Shanker cited Independent Market Monitor studies showing that about half of such resources hold CIRs but have not been offering in auctions. Because the variable resource requirement (VRR) curve is derived from the FPR and IRM, this leads to overstatement of the reliability of the capacity procured through the BRA. He said the calculation of the capacity emergency transfer objective (CETO), capacity emergency transfer limit and locational deliverability areas’ reliability requirements cause the same issue. The issue also raises market power issues regarding holding CIRs but not using them, he contended.
Shanker also said that many market components, including the FPR, IRM and CETO, incorporate an infinite transmission assumption, which can also lead to overstated reliability by not taking location and intermittency into account, causing additional hidden transmission costs.
Shanker also called for eliminating the capacity benefit margin (CBM) and capacity benefit of ties (CBOT) when determining PJM’s reliability requirement in order to ensure the RTO can meet its own needs at a capacity price that matches the cost of resources required to reliably meet grid requirements.
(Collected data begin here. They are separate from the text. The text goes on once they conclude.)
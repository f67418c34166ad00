import type { SampleProfile } from './sample-profile.js';

/**
 * A stored sample-profile version, as the API returns it. Saving an edit never changes a
 * stored version: it adds version n + 1 under the same name. Exactly one version is active.
 */
export interface ProfileRecord {
  id: number;
  name: string;
  version: number;
  profile: SampleProfile;
  active: boolean;
  createdBy: string;
  /** ISO 8601 UTC. */
  createdAt: string;
  /** Why this version was written (required from the lead). */
  reason: string;
}

/**
 * Body of `POST /api/profiles` (lead): a new version, or the first of a new name. Saving never
 * activates it; `POST /api/profiles/:id/activate` with a reason does.
 */
export interface ProfileSaveRequest {
  profile: SampleProfile;
  reason: string;
}

/** Body of `GET /api/prediction/history?seconds=N`: the live prediction over time. */
export interface PredictionHistory {
  /** Unix epoch ms of each prediction. */
  t: number[];
  fermiSurfaceAspect: (number | null)[];
  tofAspect: (number | null)[];
  collapseRatio: (number | null)[];
}
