/**
 * `GET /api/alarm-limits` (viewer) and `PUT /api/alarm-limits/:id` (lead): a lead edits one
 * limit's level, deadband, delays, priority, latching or rationale with a reason; the change
 * is validated against the whole set, stored with its audit entry (old value, new value,
 * reason), and the alarm keeps its state while the next evaluation applies the new level.
 */
import type { Db } from '../db/database.js';
import { z } from 'zod';
import { CHANGE_REASON_LABEL, changeReason } from '../http/change-reason.js';
import { labelledInside } from '../http/field-labels.js';
import { HttpError } from '../http/http-error.js';
import type { RouteHandlers } from '../http/route-table.js';
import { alarmLimitProblem } from '../levels/level-checks.js';
import type { LevelStore } from '../levels/level-store.js';
import type { AlarmBook } from './alarm-book.js';
import { ALARM_LIMIT_LABELS, AlarmLimitError, parseAlarmLimit, type AlarmLimit } from './alarm-limit.js';
import { saveAlarmLimit } from './alarm-limit-repository.js';
import { actorOf, httpErrorOf } from './alarm-routes.js';

/** The labels of a limit edit as the limit editor shows them (the route checks the body itself). */
export const LimitEditBody = labelledInside(z.unknown(), 'Alarm limit', (path) =>
  path[0] === 'reason' ? CHANGE_REASON_LABEL : ((ALARM_LIMIT_LABELS as Readonly<Record<string, string>>)[path.join('.')] ?? null),
);

const EDITABLE = ['level', 'limit', 'deadband', 'onDelayMs', 'offDelayMs', 'priority', 'latching', 'suppressDuringRamp', 'rationale'] as const;

/**
 * @param levels the level set in force: an alarm limit beyond its trip level is refused.
 * @param changed called with nothing once an edit is stored (the display bands changed).
 */
export function alarmLimitHandlers(db: Db, book: AlarmBook, levels: LevelStore, changed: () => void): Pick<RouteHandlers, 'alarm-limits.list' | 'alarm-limits.update'> {
  return {
    'alarm-limits.list': (_req, res) => {
      res.json({ limits: book.limits() });
    },
    'alarm-limits.update': async (req, res) => {
      const id = String(req.params['id']);
      if (!book.limits().some((l) => l.id === id)) throw new HttpError(404, `no alarm limit with id "${id}"; GET /api/alarm-limits lists them`);
      const { reason, changes } = parseEdit(req.body);
      const actor = actorOf(req);
      const edited = await levels.exclusive(async () => {
        // Read inside the edit: another edit of this limit may have been stored meanwhile.
        const previous = book.limits().find((l) => l.id === id)!;
        const next = applyEdit(previous, changes);
        const problem = alarmLimitProblem(book.limits().map((l) => (l.id === id ? next : l)), next, levels.inForce().levels.trips);
        if (problem) throw new HttpError(400, problem.message, problem.field);
        try {
          book.updateLimit(next);
        } catch (error) {
          throw httpErrorOf(error);
        }
        try {
          await saveAlarmLimit(db, next, previous, actor, reason);
        } catch (error) {
          book.updateLimit(previous);
          throw error;
        }
        return { limit: next, previous };
      });
      changed();
      res.json(edited);
    },
  };
}

/** Splits the body into the reason and the changed fields; 400 for anything else. */
function parseEdit(body: unknown): { reason: string; changes: Record<string, unknown> } {
  if (typeof body !== 'object' || body === null || Array.isArray(body)) {
    throw new HttpError(400, `send a JSON object with the fields to change (${EDITABLE.join(', ')}) and a reason`);
  }
  const { reason, ...changes } = body as Record<string, unknown>;
  const text = changeReason(reason, 'the limit');
  const unknown = Object.keys(changes).filter((k) => !(EDITABLE as readonly string[]).includes(k));
  if (unknown.length > 0) {
    throw new HttpError(400, `cannot change ${unknown.join(', ')}: id and channel identify the alarm; editable fields are ${EDITABLE.join(', ')}`);
  }
  if (Object.keys(changes).length === 0) throw new HttpError(400, `nothing to change: send at least one of ${EDITABLE.join(', ')}`);
  return { reason: text, changes };
}

/** The edited limit, validated; a partial `rationale` keeps the parts not sent. */
function applyEdit(previous: AlarmLimit, changes: Record<string, unknown>): AlarmLimit {
  const rationale = changes['rationale'];
  const merged = {
    ...previous,
    ...changes,
    rationale: typeof rationale === 'object' && rationale !== null && !Array.isArray(rationale) ? { ...previous.rationale, ...rationale } : (rationale ?? previous.rationale),
  };
  try {
    return parseAlarmLimit(merged);
  } catch (error) {
    throw error instanceof AlarmLimitError ? new HttpError(400, error.message, error.field) : error;
  }
}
He noted that this should logically change the price of emergency assistance and that associated export revenues would flow to native load rather than into any potential penalty and bonus structures added to the current CP design.
Conceptual Capacity Market Exchange Presented
Dick Brooks of Reliable Energy Analytics presented how PJM could use an always-on capacity exchange (AOCE) with further development of the concept.
A former software architect of ISO-NE’s forward capacity market clearing engine, Brooks said the project was developed as a strawman design for the clean energy transition and was being brought before the CIFP to demonstrate that other paradigms are being created.
The market would use a shorter auction advance timeline with capacity prices determined using an exchange and clearing price similar to day-ahead energy markets. Capacity resources would be approved by the RTO and enter offers into the market to be bid on by customers.
The RTO would continue to determine the total amount of capacity needed for a location and time, which the RTO would issue its own reliability bids to meet needs in the short or long term. Bids exceeding the total amount of capacity needed wouldn’t be cleared to receive capacity payments.